# SINGAPORE STREETSCAPE - Orchard Road



## RafflesCity (Sep 11, 2002)

Orchard Road is the prime shopping and hotel strip in Singapore, and is quite popular with tourists, students, locals and everybody.

Here are some pics, taken on a Saturday afternoon. 

Get a taste! :happy:


Continuous pedestrian promenade


Paragon with SIA gal ad


Busy junction


Old shophouse with a 'new face'


Palais Renaissance


How many brands can you spot?









Borders 'bookworms'









I'm lovin' it









McCafe









Street Cafe at Wisma Atria


----------



## S.Yorks Capital (May 21, 2005)

Very nice, modern and clean.


----------



## AtlanticaC5 (Mar 14, 2003)

Looks like a great place, all the trees on the streets makes it look very fresh and cozy


----------



## ahsm (Dec 17, 2004)

It looks very lively and pleasent. Very nice pictures. I see you have McDonalds as well. My condolences


----------



## kiku99 (Sep 17, 2002)

nice. i like this road very much


----------



## loureed (Aug 10, 2003)

McCafes have never really taken off in the United States.

I guess we have Starbucks to thank for that.

Looks like a great street to create memories in.


----------



## jlshyang (May 22, 2005)

Singapore is such a nice place no wonder all my friends studying there don't complain bout homesick.


----------



## james2390 (Mar 31, 2003)

Very nice! I love the energy. Singapore is definitely a place I want to visit.


----------



## Suncity (Jun 9, 2004)

Great pics RC!

I have heard so much about Orchard Road and the pics transport one to the place virtually! 

It looks so modern, clean and yet bustling with activity.

Will have to visit Singapore some day.

 
_________________________________________


_On a side note:_

I noticed this store 'Mumbai Se' (from Mumbai)










Apparently it is the first of its kind high end Indian fashion store in Asia (outside India) and opened in August 2004. A second store opened in Dubai's Ibn Batutta Mall last month.


----------



## Finance Guy (Jan 21, 2005)

nice pics... But you're missing the coolest cplx on Orchard... Ngee Ann City...


----------



## ChinaboyUSA (May 10, 2005)

Beautiful, the enviromental protection is really effective in S'pore!
Can anyone tell me how come it is so hard to get a taxi in S'pore?

Last time when I was in S'pore, I need to follow the queue to get one, but when I turned to the corner to ask a taxi, driver told me 'It has been booked already'?????


----------



## RafflesCity (Sep 11, 2002)

Thanks for the comments everybody! 

@loureed, yup McCafes here arent wildly popular, but they do exist..well the versions here serve Himalayan Tea Latte, and I find that addictive.

@Suncity, thanks for pointing that out, didnt even notice that store when I took the pic!

@ChinaboyUSA, it is indeed frustrating to get a taxi in the CBD in the evenings, because many cabs appears to be booked, and also just before midnight, because the drivers wait till after midnight to take up passengers, where there is an extra surcharge.
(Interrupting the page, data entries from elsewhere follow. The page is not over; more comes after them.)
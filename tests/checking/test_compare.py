"""Tests of stfalgebra/checking/compare.py: PN-order comparison of expressions."""

from __future__ import annotations

import json
import math
import time

import mpmath
import pytest
import sympy as sp
from hypothesis import given, settings
from hypothesis import strategies as st

from stfalgebra import symbols as S
from stfalgebra.checking.compare import (
    MAX_EXPANDED_TERMS,
    compare_expressions,
    compare_with_derived,
    parse_pn_order,
    time_limit,
)
from stfalgebra.checking.safe_parser import parse_expression
from stfalgebra.errors import ExpressionRefusedError, OrderBeyondInputsError, RefusedModeError

x, nu, delta, pi = S.x, S.nu, S.delta, sp.pi
R = sp.Rational
# Hhat_22 of circular orbits through 2PN, Blanchet, Living Rev. Relativ. 17, 2 (2014) (from memory).
HHAT22 = (1 + x * (-R(107, 42) + R(55, 42) * nu) + 2 * pi * x**R(3, 2)
          + x**2 * (-R(2173, 1512) - R(1069, 216) * nu + R(2047, 1512) * nu**2))
HHAT22_1PN_TEXT = "1 + x*(-107/42 + 55*nu/42)"


def _order(report, order):
    return next(o for o in report.orders if o.order == order)


def test_published_1pn_agrees():
    report = compare_expressions(parse_expression(HHAT22_1PN_TEXT), HHAT22, pn=1)
    assert report.agree
    assert [o.label for o in report.orders] == ["x^0", "x^(1/2)", "x^1"]
    assert "result: AGREE" in report.to_text()


def test_changed_coefficient_is_named_by_order_and_power_of_nu():
    report = compare_expressions(parse_expression("1 + x*(-107/42 + 55*nu/43)"), HHAT22, pn=1)
    assert not report.agree
    terms = {t.nu_power: t for t in _order(report, 1).terms}
    assert terms[0].status == "agree"
    assert terms[1].status == "differ" and terms[1].difference == R(55, 43) - R(55, 42)
    text = report.to_text()
    assert "nu^1: differ: yours 55/43, derived 55/42" in text
    assert "result: DIFFER at x^1" in text


def test_terms_beyond_pn_are_reported_not_compared():
    user = parse_expression("1 + x*(-107/42 + 55*nu/42) + 5 x^(3/2) + delta^2 x^2")
    report = compare_expressions(user, HHAT22, pn=1)
    assert report.agree
    assert [(label, c) for _, label, c in report.beyond] == [("x^(3/2)", 5), ("x^2", 1 - 4 * nu)]
    assert "not compared" in report.to_text()


def test_canonical_forms_agree():
    # log(16 x) = 4 log 2 + log x; delta^2 = 1 - 4 nu; 2 pi x^(3/2) written as 2 pi x sqrt(x).
    derived = x**3 * (-R(428, 105) * sp.log(16 * x)) + 2 * pi * x**R(3, 2) + delta**2 * x
    user = parse_expression("x^3 (-428/105)(4 log(2) + log(x)) + 2 pi x sqrt(x) + (1 - 4nu) x")
    assert compare_expressions(user, derived, pn=3).agree


def test_zero_orders_are_listed_as_agreeing():
    report = compare_expressions(sp.Integer(1), sp.Integer(1), pn=R(3, 2))
    assert [(o.label, o.status, o.terms) for o in report.orders[1:]] == [
        ("x^(1/2)", "agree", ()), ("x^1", "agree", ()), ("x^(3/2)", "agree", ())]


def test_negative_orders_of_the_user_are_compared():
    report = compare_expressions(parse_expression("1/x + 1"), sp.Integer(1), pn=0)
    assert report.orders[0].label == "x^-1" and report.orders[0].status == "differ"


def test_rational_function_is_expanded():
    user = parse_expression("1/(1 + x (107/42 - 55 nu/42))")
    report = compare_expressions(user, HHAT22, pn=1)
    assert report.agree and report.beyond_known_through == 2 and report.beyond


def test_non_polynomial_in_nu_is_compared_as_a_whole():
    report = compare_expressions(parse_expression("sqrt(1 - 4 nu) x^(1/2)"), delta * sp.sqrt(x), pn=R(1, 2))
    term = _order(report, R(1, 2)).terms[0]
    assert term.nu_power is None and term.status == "differ"  # the sign of delta is not fixed by nu
    assert "not a power of nu" in report.to_text()


def test_general_orbit_expansion_in_inverse_c():
    # Leading general-orbit Hhat_22 (conventions.md), plus a made-up 1PN term.
    leading = S.m / S.r + S.r**2 * S.phidot**2 + 2 * sp.I * S.r * S.rdot * S.phidot - S.rdot**2
    derived = leading + S.m**2 / (S.r**2 * S.c**2)
    user = parse_expression(r"\frac{m}{r} + r^2\dot\phi^2 + 2 i r \dot r \dot\phi - \dot r^2 + m^2/(r c)^2",
                            orbit="general")
    report = compare_expressions(user, derived, orbit="general", pn=1)
    assert report.agree
    assert [o.label for o in report.orders] == ["c^0", "1/c^1", "1/c^2"]
    wrong = compare_expressions(user + S.m / (S.r * S.c), derived, orbit="general", pn=1)
    assert [o.label for o in wrong.orders if o.status == "differ"] == ["1/c^1"]


def test_json_is_serialisable_and_stable():
    report = compare_expressions(parse_expression("1 + x*(-107/42 + 55*nu/43)"), HHAT22, pn=1)
    text = json.dumps(report.to_json(), sort_keys=True)
    assert json.loads(text)["verdict"] == "differ"
    again = compare_expressions(parse_expression("1 + x*(-107/42 + 55*nu/43)"), HHAT22, pn=1)
    assert json.dumps(again.to_json(), sort_keys=True) == text


@settings(max_examples=15, deadline=None)
@given(order=st.sampled_from([R(0), R(1, 2), R(1), R(3, 2), R(2)]), nu_power=st.integers(0, 3),
       numerator=st.integers(-50, 50).filter(bool), denominator=st.integers(1, 30))
def test_a_single_perturbation_is_located(order, nu_power, numerator, denominator):
    change = R(numerator, denominator)
    user = HHAT22 + change * nu**nu_power * x**order
    report = compare_expressions(user, HHAT22, pn=2)
    assert not report.agree
    differing = [(o.order, t.nu_power, t.difference) for o in report.orders for t in o.terms if t.status == "differ"]
    assert differing == [(order, nu_power, change)]


def test_size_guard_refuses_huge_expansions_quickly():
    user = parse_expression("(x + nu + delta + 1)^64 (x + nu + delta + 2)^64")
    start = time.perf_counter()
    with pytest.raises(ExpressionRefusedError, match=f"more than {MAX_EXPANDED_TERMS} terms"):
        compare_expressions(user, HHAT22, pn=1)
    assert time.perf_counter() - start < 2.0


def test_time_limit_interrupts():
    start = time.perf_counter()
    with pytest.raises(ExpressionRefusedError, match="took longer than 0.2 s"):
        with time_limit(0.2):
            while True:
                pass
    assert time.perf_counter() - start < 2.0


def test_time_limit_off_and_restored():
    # the previous SIGALRM handler and a cleared interval timer come back after the block
    import signal

    before = signal.getsignal(signal.SIGALRM)
    with time_limit(None):
        assert signal.getsignal(signal.SIGALRM) is before
    with time_limit(5):
        assert signal.getsignal(signal.SIGALRM) is not before
        assert signal.getitimer(signal.ITIMER_REAL)[0] > 0
    assert signal.getsignal(signal.SIGALRM) is before
    assert signal.getitimer(signal.ITIMER_REAL)[0] == 0


@pytest.mark.parametrize("bad", ["-1", "1/3", "x", "1e400", True, 0.3, None, "9" * 100])
def test_bad_orders_refused(bad):
    with pytest.raises(ValueError, match="PN order must be"):
        parse_pn_order(bad)


def test_good_orders():
    assert [parse_pn_order(v) for v in ("3/2", "1.5", 2, R(5, 2), 0.5)] == [R(3, 2), R(3, 2), 2, R(5, 2), R(1, 2)]


def test_bad_arguments():
    with pytest.raises(ValueError, match="orbit must be"):
        compare_expressions(x, x, orbit="elliptic", pn=1)
    with pytest.raises(TypeError, match="str"):
        compare_expressions("x", x, pn=1)


# --- against the toolkit's own derivation ------------------------------------------------

def test_published_hhat22_agrees_with_the_derivation():
    report = compare_with_derived(HHAT22_1PN_TEXT, 2, 2, pn=1)
    assert report.agree and report.label == "Hhat_2,2"


def test_published_hhat21_agrees_with_the_derivation():
    # Hhat_21 = (i delta/3)[x^(1/2) + x^(3/2)(-17/28 + 5 nu/7)], Blanchet LRR 2014 (from memory).
    text = r"\frac{i}{3}\delta\left(x^{1/2} + x^{3/2}\left(-\frac{17}{28} + \frac{5}{7}\nu\right)\right)"
    assert compare_with_derived(text, 2, 1, pn=R(3, 2)).agree


def test_sign_convention_flips_the_verdict():
    report = compare_with_derived(HHAT22_1PN_TEXT, 2, 2, pn=1, sign_convention="theta-phi")
    assert not report.agree


def test_general_orbit_leading_hhat22_agrees_with_the_derivation():
    # conventions.md: Hhat_22 = G m/r + r^2 phidot^2 + 2 i r rdot phidot - rdot^2 (G = 1).
    text = "m/r + r^2 phidot^2 + 2 i r rdot phidot - rdot^2"
    assert compare_with_derived(text, 2, 2, orbit="general", pn=0).agree


def test_refused_mode_propagates():
    # (4,0) is the DC memory, served through relative 2 beyond its leading x^0
    with pytest.raises((RefusedModeError, OrderBeyondInputsError), match="memory"):
        compare_with_derived("0", 4, 0, pn=sp.Rational(5, 2))


# ------------------------------------------- verdicts that are never wrong (issue 12)

from stfalgebra.checking.compare import SEPARATION, WORKING_DIGITS, canonical_logarithms  # noqa: E402
from stfalgebra.checking.safe_parser import parse_with_decimals  # noqa: E402

HHAT22_1PN = 1 + x * (-R(107, 42) + R(55, 42) * nu)


@given(a=st.integers(1, 10**6), b=st.integers(1, 10**6), c=st.integers(1, 10**6))
@settings(max_examples=60, deadline=None)
def test_canonical_logarithms_turn_log_identities_into_zero(a, b, c):
    # log(a b / c) = log a + log b - log c: an identity of the rationals (common practice)
    expression = sp.log(R(a * b, c)) - sp.log(a) - sp.log(b) + sp.log(c)
    assert sp.expand(canonical_logarithms(sp.expand_log(expression, force=True))) == 0


def test_canonical_logarithms_leave_what_cannot_be_factored_cheaply():
    huge = sp.nextprime(2**300) * sp.nextprime(2**301)
    assert canonical_logarithms(sp.log(huge)) == sp.log(huge)
    assert canonical_logarithms(sp.log(x) + sp.log(sp.pi)) == sp.log(x) + sp.log(sp.pi)


def test_exact_agreement_after_canonical_logarithms():
    # regression (false DIFFER): log(6) - log(2) - log(3) was kept as a non-zero difference
    report = compare_expressions(HHAT22_1PN + x * (sp.log(6) - sp.log(2) - sp.log(3)), HHAT22_1PN, pn=1)
    assert report.verdict == "agree" and report.agree and report.spot_check.passed


@pytest.mark.parametrize("extra", [sp.exp(-100), sp.exp(nu**64) - 1, sp.log(1 + nu**60), sp.exp(-150),
                                   R(1, 10**60)])
def test_tiny_differences_differ(extra):
    # regression (false AGREE): the former absolute threshold of 1e-30 hid these
    report = compare_expressions(HHAT22_1PN + x * extra, HHAT22_1PN, pn=1)
    assert report.verdict == "differ" and not report.agree


def test_threshold_is_relative_to_the_size_of_the_terms():
    # the same relative difference in a tiny and in a huge coefficient gives the same verdict
    for scale in (R(1, 10**40), R(10**40)):
        report = compare_expressions(x * scale * (1 + sp.exp(-60)), x * scale, pn=1)
        assert report.verdict == "differ", scale
    assert SEPARATION <= 1e-60 and WORKING_DIGITS >= 90


def test_cannot_decide_is_never_an_agreement():
    with mpmath.workdps(140):
        numerator = int(mpmath.floor(mpmath.pi * mpmath.mpf(10) ** 120))
    report = compare_expressions(HHAT22_1PN + x * (pi - R(numerator, 10**120)), HHAT22_1PN, pn=1)
    assert report.verdict == "cannot decide" and not report.agree
    assert "CANNOT DECIDE at x^1" in report.to_text()
    assert json.loads(json.dumps(report.to_json()))["verdict"] == "cannot decide"


def test_decimals_are_compared_at_their_precision():
    # sqrt(pi) = 1.7724538509055160272981674833411451827975494561223871282..., digits from mpmath
    parsed = parse_with_decimals("1.77245385090551602729816748334114518279754945612238/sqrt(pi)")
    report = compare_expressions(parsed.with_decimals, sp.Integer(1), pn=0, decimals=parsed.decimals)
    assert (report.verdict, report.digits, report.agree) == ("agrees to digits", 51, False)
    assert "AGREES TO 51 DIGITS" in report.to_text()
    rounded = parse_with_decimals("1.77245385090551602729816748334114518279754945612239/sqrt(pi)")
    assert compare_expressions(rounded.with_decimals, sp.Integer(1), pn=0, decimals=rounded.decimals).digits == 51
    # 1.3 units off in the last digit given: beyond the precision of the input
    wrong = parse_with_decimals("1.77245385090551602729816748334114518279754945612240/sqrt(pi)")
    assert compare_expressions(wrong.with_decimals, sp.Integer(1), pn=0, decimals=wrong.decimals).verdict == "differ"


_ZERO_IN_DISGUISE = st.sampled_from([
    sp.log(6) - sp.log(2) - sp.log(3),
    10 * sp.log(15) - 10 * sp.log(10) - 10 * sp.log(R(3, 2)),
    sp.log(R(1, 12)) + 2 * sp.log(2) + sp.log(3),
    (1 - 4 * nu - delta**2),
    sp.sqrt(12) - 2 * sp.sqrt(3),
    sp.log(sp.sqrt(8)) - R(3, 2) * sp.log(2),
    sp.exp(sp.log(7)) - 7,
    sp.log(-6) - sp.log(2) - sp.log(3) - sp.I * pi,
])


@given(zero=_ZERO_IN_DISGUISE, order=st.sampled_from([R(0), R(1, 2), R(1)]), power=st.integers(0, 2),
       factor=st.integers(-9, 9).filter(bool))
@settings(max_examples=100, deadline=None)
def test_fuzz_rewritten_expressions_always_agree(zero, order, power, factor):
    user = HHAT22_1PN + factor * zero * nu**power * x**order
    assert compare_expressions(user, HHAT22_1PN, pn=1).verdict == "agree"


_SMALL = st.one_of(
    st.integers(1, 300).map(lambda n: sp.exp(-n)),
    st.integers(1, 64).map(lambda n: sp.exp(nu**n) - 1),
    st.integers(1, 64).map(lambda n: sp.log(1 + nu**n)),
    st.integers(1, 80).map(lambda n: R(1, 10**n)),
    st.integers(2, 40).map(lambda n: pi - R(int(mpmath.floor(mpmath.pi * 10**n)), 10**n)),
)


@given(small=_SMALL, order=st.sampled_from([R(0), R(1, 2), R(1)]), power=st.integers(0, 2),
       sign=st.sampled_from([1, -1]))
@settings(max_examples=100, deadline=None)
def test_fuzz_perturbed_expressions_never_agree(small, order, power, sign):
    user = HHAT22_1PN + sign * small * nu**power * x**order
    verdict = compare_expressions(user, HHAT22_1PN, pn=1).verdict
    assert verdict in ("differ", "cannot decide")


def test_time_limits_nest_and_each_reports_its_own_expiry():
    import signal

    before = signal.getsignal(signal.SIGALRM)
    start = time.perf_counter()
    with pytest.raises(ExpressionRefusedError, match="outer took longer than 0.3 s"):
        with time_limit(0.3, "outer"):
            with time_limit(5, "inner"):  # the outer deadline comes first and ends both
                while True:
                    pass
    assert time.perf_counter() - start < 2.0
    with time_limit(5, "outer"):
        with pytest.raises(ExpressionRefusedError, match="inner took longer than 0.2 s"):
            with time_limit(0.2, "inner"):
                while True:
                    pass
        assert signal.getitimer(signal.ITIMER_REAL)[0] > 2  # the outer limit is armed again
    assert signal.getsignal(signal.SIGALRM) is before and signal.getitimer(signal.ITIMER_REAL)[0] == 0


def test_phi_phase_result_fed_back_through_the_parser_agrees_with_a_finite_spot_check():
    # regression (issue 13): a derivation in the phase phi held G, c, m and r0 inside its tail
    # logarithm, which the parser refused and the spot check evaluated as "inf"; it now holds
    # ln(x/x0) (x0 the reference of psi), and its own printed text must check back
    from stfalgebra.radiative.modes import derive_mode

    result = derive_mode(2, 2, pn=R(3, 2), phase="phi")
    assert result.hhat.free_symbols == {S.x, S.nu, S.x0}
    for text in (result.hhat_text(), result.hhat_latex()):
        report = compare_expressions(parse_expression(text), result.hhat, pn=R(3, 2))
        assert report.verdict == "agree" and report.spot_check.passed
        assert math.isfinite(report.spot_check.max_relative_difference)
Something is being done about this though. My advice, try flagging a cab off the street or book in advance.

More pics


20 seconds left to cross the road


Some band


Milling around the sidewalk 









A familiar road junction









Another Macs


Chilling out


----------



## ZOHAR (Jul 16, 2005)

wonderful!


----------



## jlshyang (May 22, 2005)

It's so colourful! Singapore rocks....haha


----------



## xzmattzx (Dec 24, 2004)

the trees make the road very nice. i can see why everyone likes to visit that area in singapore.


----------



## RafflesCity (Sep 11, 2002)

Thanks


----------



## MightyKC (Dec 20, 2004)

Great pics from Orchard Rd kay:


----------



## InitialD18 (Sep 17, 2002)

what kind of tree is it rafflescity that lies on orchard road ... the trees really made it an experience on it ...


----------



## Lastresorter (Nov 24, 2004)

Lovely pics! I miss Singapore oredi!! Used to go there at least 3 times a year....


----------



## RafflesCity (Sep 11, 2002)

Thanks lastresorter  Some old shopping centres like Paragon and Wisma Atria have had facelifts.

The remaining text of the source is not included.